Lunar details a 'very exciting time' for high end Mac Pro, Apple Silicon

Posted:
in Current Mac Hardware edited March 9
Lunar Animation, the UK-based digital production firm behind the last "Jumanji" film, was an early and enthusiastic adopter of Apple's all-new 2019 Mac Pro and the Pro Display XDR that debuted alongside it. A year later, the firm has detailed more of its Mac Pro experiences while anticipating the Mac's high-end migration to Apple Silicon.




When Apple premiered its new Mac Pro 3D graphics powerhouse and its matching reference-quality Pro Display XDR, many bloggers rushed out their hot takes complaining that the new gear was too expensive for the mass market. In the real world, for digital production professionals working in film, music, game development, and similar fields, Apple's new high-end Mac Pro offerings delivered a whole new tier of productivity.

At the time, Lunar described Apple's Pro Display XDR as a "real game changer," noting that it provided "an ability that we previously didn't have in the studio," a "phenomenally accurate visual representation of the content we were making."

Rather than comparing it to cheaper consumer monitors, Lunar explained that the $4,999 and up Pro Display XDR was an "invaluable tool" that spared it the far greater costs of renting out a production facility or buying industrial reference monitors priced in the tens of thousands.

After a very challenging 2020, Lunar reports that despite the artistic and technical hurdles of shifting to a remote working environment, it has seen more than just a simple boost from the greater horsepower and higher specs of Apple's new hardware.
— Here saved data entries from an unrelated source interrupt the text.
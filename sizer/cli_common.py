"""What every command shares: one line and exit code 2 for bad input, the unit-system option."""

from __future__ import annotations

from typing import Callable

import typer

from sizer.errors import InputError

UNIT_SYSTEMS = ("si", "us")


def unit_system(value: str) -> str:
    """The --units value ("si" or "us"); InputError (one line) for anything else."""
    if value not in UNIT_SYSTEMS:
        raise InputError("", "--units", f"unknown unit system {value[:40]!r}", "use --units si or --units us")
    return value


def run_guarded(work: Callable[[], int]) -> None:
    """Run a command body; bad input, a file that cannot be read or written, or a request that runs
    out of memory -> one line on stderr (control characters shown as escapes), exit 2; otherwise
    exit with its code."""
    try:
        code = work()
    except InputError as error:
        _one_line(str(error))
    except MemoryError:
        _one_line("the request needs more memory than this machine has (fix: check fewer combinations or pattern "
                  "arrangements at once, e.g. pattern fewer spans, or use --combination; see docs/limits.md)")
    except OSError as error:
        where = f"{error.filename}: " if error.filename else ""
        _one_line(f"{where}{error.strerror or error} (fix: check the path and its permissions)")
    except RecursionError:
        _one_line("the input is nested too deeply to read (fix: see docs/limits.md)")
    except Exception as error:
        if type(error).__name__ != "BrokenProcessPool":
            raise
        _one_line("a worker process stopped before its job was done (out of memory?) "
                  "(fix: run with --jobs 1 to see which input it was, or make the input smaller)")
    raise typer.Exit(code)


def _one_line(message: str) -> None:
    """`sizer: message` on stderr as one line of plain text, then exit code 2."""
    from sizer.printable import printable

    typer.echo(f"sizer: {printable(message)}", err=True)
    raise typer.Exit(2)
The most important productivity gains came from Apple's efforts to work with pro-level software partners to support Metal on the Mac Pro.

Mac Pro software support is Metal


"We're now entering a very exciting time with more support than ever for professional tools designed for the Mac Pro which really begin to take advantage of its power," Lunar noted in its blog post.

Lunar listed a series of software titles it uses to produce content for TV, feature films, including Autodesk's Maya for 3D modeling; Houdini simulations and effects; and Davinci Resolve for editing. Rather than just being faster than an iMac Pro, the new Mac Pro hardware can host multiple GPU and other specialized expansion cards that enable it to host multiple major application workflows at once.




"What this means." Lunar explained, "is that rather than having to close the heavy scene, load up the 3D model we want to adjust and then close that and reopen the original scene to continue working, we are able to simply switch spaces in macOS, add a light to a 3D model and quickly switch back and check the update with the interactive IPR renderer.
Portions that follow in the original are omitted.